The big data platform MapR just introduced version 5.0 of its Hadoop distribution based on version 2.7 of the open source framework designed for the processing of very large volumes of data with the support for Docker containers. MapR 5.0 also relies on the Yarn resource manager.
This version strengthens the operational capacity real-time platform. In particular, it extended the highly reliable data transport framework used in the function table MapR-DB Replication (which allows replication between multiple data centers) to provide data to external motors and synchronize in real time.
Compared to other Hadoop distributions, MapR extends the functionality of the framework on security aspects (data protection, user authentication, disaster recovery), but also high availability and performance. Version 5.0 brings further improvements in governance, with a full audit access to data through JSON and Apache Drill Views of support for secure access to data analyze.
More and more companies deploy multiple applications on the same Hadoop cluster. In this context, the latest MapR manages automated synchronization of storage, databases and search index.
To facilitate the deployment of Hadoop clusters, the publisher has also included new models of self-provisioning to set up a cluster as if it were an appliance without using specific hardware. These models can be deployed using the MapR installer. Among the possible configurations, there are the Lake Data services, data mining (Interactive SQL with Apache Drill) and analysis of operational data (basic and MapR NoSQL-DB).
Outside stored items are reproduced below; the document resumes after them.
import type { Problem } from '../../../core/problem.ts';
import { lastLevelOf, type Opening, openingLevel } from '../../../core/proof/opening.ts';
import { type Sight, type Slot, treatmentOf } from '../../../core/proof/slot.ts';
import type { HaloAnswer, LevelsAnswer, Print, PrintImage, Want } from '../../../core/proof/want.ts';
import type { BuiltState, HostEvent, OpenReply, Preferences, SettingsReply } from '../../../core/protocol.ts';
import type { Extent } from '../../../core/raster/raster.ts';
import type { Target, Treatment } from '../../../core/treatment/treatment.ts';
import type { ProofLink } from '../../link/proof-link.ts';
import { setWords } from '../words/t.ts';
import { type BenchLink, isProblem, type Told } from './bench-link.ts';
import { BuiltChecks } from './built-checks.ts';
import { exportProof } from './export-proof.ts';
import type { Outlook } from './lod.ts';
import { type Output, outputsOf } from './output.ts';
import { extentAt, type Stop, stopsOf } from './scale.ts';
import { readState, type Show, type State, writeState } from './state.ts';
import { Takeover } from './takeover.ts';

/** All that the page knows, and the one way in which it changes. Fires `change` when something did. */
export class Model extends EventTarget {
  readonly link: ProofLink;
  readonly #makeBench: (changed: () => void) => Promise<BenchLink>;
  #bench: BenchLink | null = null;
  #starting: Promise<BenchLink> | null = null;
  #state: State;
  #stops: {
    readonly base: Extent;
    readonly treatment: Treatment;
    readonly typed: readonly Target[];
    readonly stops: readonly Stop[];
  } | null = null;
  readonly takeover = new Takeover();
  readonly #checks: BuiltChecks;
  readonly #treatments = new WeakMap<Slot, { readonly settings: Treatment; readonly treatment: Treatment }>();
  open: OpenReply | null = null;
  settings: SettingsReply | null = null;
  built: BuiltState = { kind: 'unknown' };
  /** Whether the file is there; it may go away while it is looked at. */
  present = true;
  /** Why the page cannot show anything. */
  problem: Problem | null = null;
  /** What the last action said, in words, and whether it went wrong. */
  note: { readonly text: string; readonly kind: 'said' | 'failed' } | null = null;
  #keeping: ReturnType<typeof setTimeout> | undefined;

  constructor(link: ProofLink, makeBench: (changed: () => void) => Promise<BenchLink>) {
    super();
    this.link = link;
    this.#makeBench = makeBench;
    this.#checks = new BuiltChecks(link, () => this.#changed());
    this.#state = readState(link.kept());
    link.listen((event) => this.#take(event));
  }

  get state(): State {
    return this.#state;
  }

  /** Changes what is kept; the rest of the page follows. */
  set(patch: Partial<State>): void {
    this.#state = { ...this.#state, ...patch };
    clearTimeout(this.#keeping);
    this.#keeping = setTimeout(() => this.link.keep(writeState(this.#state)), 150);
    this.#changed();
  }

  say(note: Model['note']): void {
    this.note = note;
    this.#changed();
  }

  /** Handshake, then the file's bytes. Also what trying again does. The host's first print hangs on nothing that the handshake says, and is
   *  asked for with it. */
  async start(): Promise<void> {
    this.problem = null;
    this.#changed();
    const first = this.#askFirst();
    const { reply } = await this.link.ask('open', null);
    if ('problem' in reply) return this.#fail(reply.problem);
    this.open = reply.ok;
    setWords(reply.ok.words);
    this.settings = reply.ok.settings;
    this.built = reply.ok.state;
    if (this.#state.backdrop === 'checker') this.#state = { ...this.#state, backdrop: reply.ok.preferences.backdrop };
    this.#checks.forget();
    this.#changed();
    // Who asks for it below hears of a failure.
    this.#startBench().catch(() => undefined);
    // A small file comes as fast as a print.
    if (reply.ok.byteCount > FAST_BYTES)
      await Promise.race([first, new Promise((go) => setTimeout(go, FIRST_PRINT_MS))]);
    await this.#load();
  }

  close(): void {
    clearTimeout(this.#keeping);
    this.#starting?.then((bench) => bench.close()).catch(() => undefined);
    this.link.close();
  }

  get header() {
    return this.#bench?.header ?? this.takeover.header;
  }

  /** Why prints take longer here than they could; null where they do not. */
  get slow(): Problem | null {
    return this.#bench?.slow ?? null;
  }

  get treatment(): Treatment | null {
    return this.settings?.treatment ?? null;
  }

  get base(): Extent | null {
    return this.header?.extent ?? null;
  }

  /** Stops of the axis, from large to small; the same list while nothing that it hangs on changes. */
  get stops(): readonly Stop[] {
    const { base, treatment } = this;
    const { typed } = this.#state;
    if (base === null || treatment === null) return [];
    const known = this.#stops;
    if (known?.base === base && known.treatment === treatment && known.typed === typed) return known.stops;
    const stops = stopsOf(base, treatment.targets, typed, lastLevelOf(base, treatment));
    this.#stops = { base, treatment, typed, stops };
    return stops;
  }

  /** The image under the sight, where it stands on the axis, and its extent. */
  get seen(): {
    readonly image: PrintImage;
    readonly lod: number;
    readonly extent: Extent;
    readonly stop: Stop | null;
  } | null {
    const { base, stops } = this;
    const sight = this.#state.sight;
    if (base === null || stops.length === 0) return null;
    if (sight?.kind === 'lod') {
      const last = stops.filter((stop) => stop.kind === 'level').length - 1;
      const lod = Math.min(last, Math.max(0, sight.lod));
      const extent = extentAt(base, lod);
      return { image: { lod, extent }, lod, extent, stop: null };
    }
    const stop =
      stops.find((each) =>
        sight?.kind === 'target'
          ? each.label === sight.name && each.kind !== 'level'
          : 'level' in each.image && each.image.level === (sight?.level ?? openingLevel(base, this.treatment!)),
      ) ?? stops[0];
    return { image: stop.image, lod: stop.lod, extent: stop.extent, stop };
  }

  /** The treatment of a print; the same object while nothing that it hangs on changes. */
  treatmentOf(slot: Slot): Treatment | null {
    const { settings } = this;
    if (settings?.treatment == null) return null;
    const known = this.#treatments.get(slot);
    if (known?.settings === settings.treatment) return known.treatment;
    const treatment = treatmentOf(slot, settings.treatment, settings.origins);
    this.#treatments.set(slot, { settings: settings.treatment, treatment });
    return treatment;
  }

  get slot(): Slot {
    return this.#state.slots.find(({ id }) => id === this.#state.selected) ?? this.#state.slots[0];
  }

  /** Distances, where somebody said how dense the texels lie. */
  get outlook(): Outlook | null {
    const { open, treatment } = this;
    if (open === null || treatment === null) return null;
    const texelsPerMeter = this.#state.texelsPerMeter ?? treatment.view.texelsPerMeter;
    if (texelsPerMeter === null) return null;
    return { texelsPerMeter, ...this.lens };
  }

  /** Field of view and screen: as typed here, as the settings say, else as the editor prefers. */
  get lens(): { readonly fovY: number; readonly screenHeight: number } {
    const said = (key: string): boolean =>
      this.settings?.origins.some((each) => each.key === key && each.rule !== 'built-in') ?? false;
    const { fovY = 60, screenHeight = 1080 } = this.open?.preferences ?? {};
    const view = this.treatment?.view;
    return {
      fovY: this.#state.fovY ?? (said('view.fovY') ? view!.fovY : fovY),
      screenHeight: this.#state.screenHeight ?? (said('view.screenHeight') ? view!.screenHeight : screenHeight),
    };
  }

  /** What of the build's outputs prints of an image show: the chosen one where there is such. */
  outputAt(image: PrintImage): Output {
    const { treatment } = this;
    const { output } = this.#state;
    return treatment !== null && outputsOf(treatment, image).includes(output) ? output : 'image';
  }

  /** How prints are shown: outputs beside the image have channels of their own. */
  get show(): Show {
    const { seen } = this;
    const { show } = this.#state;
    const beside = seen !== null && this.outputAt(seen.image) !== 'image';
    return beside && show !== 'difference' ? 'color' : show;
  }

  /** The print of an image, in the output that is looked at. */
  print(treatment: Treatment, image: PrintImage): Told<'print'> {
    const told = this.#bench?.told(this.printWant(treatment, image));
    return told ?? (this.outputAt(image) === 'image' ? this.takeover.printOf(treatment, image) : undefined);
  }

  printWant(treatment: Treatment, image: PrintImage): Want & { readonly kind: 'print' } {
    const output = this.outputAt(image);
    return { kind: 'print', treatment, image, ...(output !== 'image' && { output }) };
  }

  pixelsWant(treatment: Treatment, image: PrintImage): Want & { readonly kind: 'pixels' } {
    return { ...this.printWant(treatment, image), kind: 'pixels' };
  }

  /** The image itself, whatever is looked at. */
  imagePrint(treatment: Treatment, image: PrintImage): Told<'print'> {
    return this.#bench?.told({ kind: 'print', treatment, image }) ?? this.takeover.printOf(treatment, image);
  }

  levels(): LevelsAnswer | null {
    const { treatment } = this;
    const told = treatment === null ? undefined : this.#bench?.told({ kind: 'levels', treatment });
    return told === undefined || isProblem(told) ? null : told;
  }

  halo(treatment: Treatment, image: PrintImage): HaloAnswer | null {
    const told = this.#bench?.told({ kind: 'halo', treatment, image });
    return told === undefined || isProblem(told) ? null : told;
  }

  /** Marks of overshoot on what is looked at; null where there are none. */
  marks(treatment: Treatment, image: PrintImage): Uint16Array | null {
    return this.outputAt(image) === 'image' ? (this.halo(treatment, image)?.marks ?? null) : null;
  }

  /** The pixel hash of a print, in the output that is looked at, as the page's own worker found it; empty until it has. */
  pixels(treatment: Treatment, image: PrintImage): string {
    const told = this.#bench?.told(this.pixelsWant(treatment, image));
    return told === undefined || isProblem(told) ? '' : told.pixels;
  }

  /** An answer to any other want, null until there is one. */
  told<K extends 'art' | 'footprint' | 'section'>(want: Want & { readonly kind: K }) {
    const told = this.#bench?.told<K>(want);
    return told === undefined || isProblem(told) ? null : told;
  }

  want(wants: readonly Want[]): void {
    this.#bench?.want(wants);
  }

  /** What differences and comparisons take for the source at an image: the area mean, in the settings' own light. */
  sourcePrint(image: PrintImage): { readonly treatment: Treatment; readonly print: Print | null } | null {
    const { treatment } = this;
    if (treatment === null) return null;
    const mean = this.treatmentOf(SOURCE_MEAN)!;
    const told = this.print(mean, image);
    return { treatment: mean, print: told === undefined || isProblem(told) ? null : told };
  }

  /** Whether a print has the pixels that were built; null where that is not known. */
  equalsBuild(image: PrintImage, pixels: string): boolean | null {
    if (this.built.kind !== 'built' && this.built.kind !== 'stale') return null;
    return this.#checks.equals(image, this.outputAt(image), pixels);
  }

  /** The host's own print, while the file is still to come. */
  async #askFirst(): Promise<void> {
    this.takeover.reset();
    const { revision, reply } = await this.link.ask('firstPrint', openingOf(this.#state.sight));
    if ('problem' in reply) return;
    this.takeover.take(reply.ok.print, revision);
    this.#judgeFirst();
    this.#changed();
  }

  async #load(): Promise<void> {
    const { open } = this;
    if (open === null) return;
    const { reply, revision } = await this.link.ask('bytes', null);
    if ('problem' in reply) return this.#fail(reply.problem);
    this.present = true;
    this.takeover.arrive(revision);
    try {
      (await this.#startBench()).open(open.name, reply.ok.image, reply.ok.roughness);
    } catch (error) {
      const reason = error instanceof Error ? error.message : String(error);
      return this.#fail({ code: 'unexpected', severity: 'error', values: { reason } });
    }
    this.#changed();
  }

  /** The page's worker. It takes a while to start, and the file may still be on its way. */
  #startBench(): Promise<BenchLink> {
    if (this.#starting !== null) return this.#starting;
    const starting = this.#makeBench(() => this.#benchChanged());
    this.#starting = starting;
    starting.then(
      (bench) => {
        this.#bench = bench;
      },
      () => {
        this.#starting = null;
      },
    );
    return starting;
  }

  #benchChanged(): void {
    if (this.#bench?.problem != null) this.problem = this.#bench.problem;
    this.#judgeFirst();
    this.#changed();
  }

  #judgeFirst(): void {
    const { treatment } = this;
    const wanted = treatment === null ? null : this.takeover.wanted(treatment);
    const own = wanted === null ? undefined : this.#bench?.told(wanted);
    if (own !== undefined && !isProblem(own)) this.takeover.judge(own);
  }

  #fail(problem: Problem): void {
    this.problem = problem;
    this.#changed();
  }

  #take(event: HostEvent): void {
    switch (event.kind) {
      case 'source':
        this.present = event.present;
        if (event.present) {
          this.problem = null;
          void this.#load();
        }
        break;
      case 'settings': {
        const before = this.treatment?.normal.roughness;
        this.settings = event.settings;
        // The map comes with the file; another one is another file.
        if (JSON.stringify(before) !== JSON.stringify(this.treatment?.normal.roughness)) void this.#load();
        break;
      }
      case 'export':
        void exportProof(this, event.form);
        return;
      case 'preferences':
        this.#prefer(event.preferences);
        break;
      case 'built':
        this.built = event.state;
        this.#checks.forget();
        break;
    }
    this.#changed();
  }

  /** A backdrop that somebody chose here stays; one that was preferred follows. */
  #prefer(preferences: Preferences): void {
    const { open } = this;
    if (open === null) return;
    if (this.#state.backdrop === open.preferences.backdrop) {
      this.#state = { ...this.#state, backdrop: preferences.backdrop };
    }
    this.open = { ...open, preferences };
  }

  #changed(): void {
    this.dispatchEvent(new Event('change'));
  }
}

const SOURCE_MEAN: Slot = { id: -1, kernel: { name: 'even', params: {} }, change: {} };

/** Up to this many bytes a file crosses to the page as fast as a print. */
const FAST_BYTES = 2 ** 20;

/** Longest that a file waits for the host's first print, in milliseconds. */
const FIRST_PRINT_MS = 300;

function openingOf(sight: Sight | null): Opening {
  switch (sight?.kind) {
    case 'level':
      return { level: sight.level, target: null };
    case 'target':
      return { level: null, target: sight.name };
    case 'lod':
      return { level: Math.round(sight.lod), target: null };
    case undefined:
      return { level: null, target: null };
  }
}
The Apache project will help in the analysis and the use of batch processes and their pipelines with rapid and extensive calculations. The announced distribution automatically synced storage, databases and search indices to allow complex real-time applications. It also has new auditing capabilities.
MapR Technologies intends to continue its growth in big data and analytics-segment. In the context of the MapR database now has the ability to the table replication to synchronize data in real time and make it available for external calculators. The first case that is based on Lucene search platform Elasticsearch is supported to enable synchronized full-text search indexes automatically.
Last year, MapR and Apache Spark integrated their technologies to offer its users an all-around the clock support for Spark to develop the solution and related projects at a faster rate and to integrate more innovative changes. In addition, the two companies are working together on a rapid development of the software and other complementary innovative new features. This will pay off for MapR customers and the Hadoop community well over the coming years.
Recently, Oracle released a new software product that is designed to help big data demands. This product called Oracle Big Data Spatial and Graph provides new analytical capabilities for Hadoop and NoSQL. Oracle created the product so that it can process data natively on Hadoop and parallel on MapReduce using structures in memory.